Michael Kruse via llvm-commits llvm-commits at lists.llvm.org
Mon Mar 10 07:51:00 PDT 2025


================
@@ -3569,6 +3569,123 @@ bool DependenceInfo::invalidate(Function &F, const PreservedAnalyses &PA,
          Inv.invalidate<LoopAnalysis>(F, PA);
 }
 
+// Check that memory access offsets in V are multiples of array element size
+// EltSize. Param records the first parametric expression. If the scalar
+// evolution V contains two or more parameters, we check that the subsequent
+// parametric expressions are multiples of the first parametric expression
+// Param.
+static bool checkOffsets(ScalarEvolution *SE, const SCEV *V, const SCEV *&Param,
+                         uint64_t EltSize) {
+  if (auto *AddRec = dyn_cast<SCEVAddRecExpr>(V)) {
+    if (!checkOffsets(SE, AddRec->getStart(), Param, EltSize))
+      return false;
+    return checkOffsets(SE, AddRec->getStepRecurrence(*SE), Param, EltSize);
+  }
+  if (auto *Cst = dyn_cast<SCEVConstant>(V)) {
+    APInt C = Cst->getAPInt();
+
+    // For example, alias_with_different_offsets in
+    // test/Analysis/DependenceAnalysis/DifferentOffsets.ll accesses "%A + 2":
+    //   %arrayidx = getelementptr inbounds i8, ptr %A, i64 2
+    //   store i32 42, ptr %arrayidx, align 1
+    // which is writing an i32, i.e., EltSize = 4 bytes, with an offset C = 2.
+    // checkOffsets returns false, as the offset C=2 is not a multiple of 4.
+    return C.srem(EltSize) == 0;
+  }
+
+  // Use a lambda helper function to check V for parametric expressions.
+  // Param records the first parametric expression.
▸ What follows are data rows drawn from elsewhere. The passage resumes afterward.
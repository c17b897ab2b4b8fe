"""Limits and checks: FMVSS 116 boiling points, boiling at a water content, check statuses."""
from __future__ import annotations

import numpy as np
import pytest

from lapdata.units import KELVIN_AT_0C
from thermo.errors import ScenarioError
from thermo.limits import (
    FMVSS116_BOILING_POINTS_C, WET_WATER_CONTENT_PCT, CheckSpec, FluidSpec, Limits, check_specs, evaluate_check,
    status_of,
)


@pytest.mark.parametrize("grade, dry_c, wet_c", [
    # 49 CFR 571.116 (FMVSS No. 116) S5.1.1 minimum dry ERBP and S5.1.2 minimum wet ERBP [degC]
    ("DOT 3", 205.0, 140.0),
    ("DOT 4", 230.0, 155.0),
    ("DOT 5", 260.0, 180.0),
    ("DOT 5.1", 260.0, 180.0),
])
def test_fmvss116_minimum_boiling_points(grade, dry_c, wet_c):
    assert FMVSS116_BOILING_POINTS_C[grade] == (dry_c, wet_c)
    fluid = FluidSpec.from_grade(grade)
    assert (fluid.dry_boiling_c, fluid.wet_boiling_c) == (dry_c, wet_c)


def test_grade_spellings_and_unknown_grade():
    assert FluidSpec.from_grade("dot4").name == "DOT 4"
    assert FluidSpec.from_grade("DOT 5.1").name == "DOT 5.1"
    with pytest.raises(ScenarioError, match="DOT 4"):
        FluidSpec.from_grade("DOT 44")


def test_wet_means_about_3_7_percent_water():
    # FMVSS 116 S7.2 humidification: the wet ERBP is taken at about 3.7 % water
    assert WET_WATER_CONTENT_PCT == 3.7


def test_boiling_point_falls_linearly_between_dry_and_wet():
    # documented simplification: linear in water content from dry (0 %) to wet (3.7 %), wet beyond;
    # DOT 4: 230 - (230 - 155) x 1.85 / 3.7 = 192.5 degC at half the wet water content
    fluid = FluidSpec.from_grade("DOT 4")
    assert fluid.boiling_at_water_c(0.0) == pytest.approx(230.0)
    assert fluid.boiling_at_water_c(1.85) == pytest.approx(192.5)
    assert fluid.boiling_at_water_c(3.7) == pytest.approx(155.0)
    assert fluid.boiling_at_water_c(6.0) == pytest.approx(155.0)
    assert FluidSpec.from_grade("DOT 3", water_content_pct=1.0).boiling_at_water_c() == pytest.approx(205.0 - 65.0 / 3.7)


def test_boiling_point_from_a_user_table_is_interpolated():
    # an invented maker's table (water %, degC) falling steeply over the first percent
    table = ((0.0, 312.0), (1.0, 260.0), (2.0, 235.0), (3.7, 204.0))
    fluid = FluidSpec("custom", 312.0, 204.0, 1.5, table, source="invented")
    assert fluid.boiling_at_water_c() == pytest.approx(247.5)       # halfway 260 -> 235
    assert fluid.boiling_at_water_c(0.5) == pytest.approx(286.0)
    assert fluid.boiling_at_water_c(5.0) == pytest.approx(204.0)    # held beyond the table
    with pytest.raises(ScenarioError, match="boiling_table"):
        FluidSpec("custom", 312.0, 204.0, 1.0, ((1.0, 260.0), (0.5, 280.0)))


def test_fluid_spec_rejects_bad_values():
    with pytest.raises(ScenarioError, match="wet_boiling_c"):
        FluidSpec("x", 200.0, 210.0)
    with pytest.raises(ScenarioError, match="water_content_pct"):
        FluidSpec("x", 230.0, 155.0, water_content_pct=-1.0)


@pytest.mark.parametrize("margin, band, status", [
    (25.0, 20.0, "ok"),
    (20.0, 20.0, "ok"),            # at the band edge: margin == band is no longer a caution
    (19.999, 20.0, "caution"),
    (0.0, 20.0, "caution"),        # at the limit itself: caution, not yet exceeded
    (-1e-9, 20.0, "exceeded"),
    (5.0, 0.0, "ok"),
])
def test_status_at_the_band_edges(margin, band, status):
    assert status_of(margin, band) == status


def test_evaluate_check_peak_time_margin_status():
    t = np.linspace(0.0, 100.0, 101)
    temps = 400.0 + 50.0 * np.exp(-((t - 63.0) / 10.0) ** 2)       # peak 450 K at 63 s
    spec = CheckSpec("fluid_boiling_dry", "fluid", 470.0, 20.0, "test")
    result = evaluate_check(spec, t, temps)
    assert result.peak_k == pytest.approx(450.0)
    assert result.peak_time_s == pytest.approx(63.0)
    assert result.margin_k == pytest.approx(20.0)
    assert result.status == "ok"
    assert evaluate_check(replace_limit(spec, 465.0), t, temps).status == "caution"
    assert evaluate_check(replace_limit(spec, 449.0), t, temps).status == "exceeded"


def replace_limit(spec, limit_k):
    return CheckSpec(spec.name, spec.node, limit_k, spec.caution_band_k, spec.source)


def test_check_specs_cover_fluid_bearing_seal_caliper_disc_pad():
    fluid = FluidSpec.from_grade("DOT 4", water_content_pct=1.85)
    specs = {s.name: s for s in check_specs(fluid, Limits(), disc_node="disc_surface")}
    assert specs["fluid_boiling_dry"].limit_k == pytest.approx(230.0 + KELVIN_AT_0C)
    assert specs["fluid_boiling_wet"].limit_k == pytest.approx(155.0 + KELVIN_AT_0C)
    assert specs["fluid_boiling_at_water_content"].limit_k == pytest.approx(192.5 + KELVIN_AT_0C)
    assert specs["disc_max"].node == "disc_surface"
    assert specs["piston_seal"].node == "piston_seal"
    # SAE J1603 tests EPDM seals at 175 degC in dry air (the default seal limit)
    assert specs["piston_seal"].limit_k == pytest.approx(175.0 + KELVIN_AT_0C)
    # bearing grease 150 degC with caution from 120 degC: common practice, no published source
    assert specs["bearing_grease"].limit_k == pytest.approx(150.0 + KELVIN_AT_0C)
    assert specs["bearing_grease"].caution_band_k == 30.0
    assert {s.node for s in specs.values()} == {"fluid", "bearing", "piston_seal", "caliper", "disc_surface", "pad"}


def test_limits_reject_negative_bands():
    with pytest.raises(ScenarioError, match="bearing_caution_band_k"):
        Limits(bearing_caution_band_k=-1.0)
If the scalar evolution V
+  // contains two or more parameters, we check that the subsequent parametric
+  // expressions are multiples of the first parametric expression Param.
+  auto checkParamsMultipleOfSize = [&](const SCEV *V,
+                                       const SCEV *&Param) -> bool {
+    if (EltSize == 1)
+      return true;
+    if (!Param) {
+      Param = V;
+      return true;
----------------
Meinersbur wrote:

> > Some index expressions may also use %n + %n, %n + 1, or no %n at all in which case they may have different relative offsets already.
> 
> Correct. This patch tries to prove at compile time that if an array offset is using %n, then all other array offsets will use %n in multiples of the array element size.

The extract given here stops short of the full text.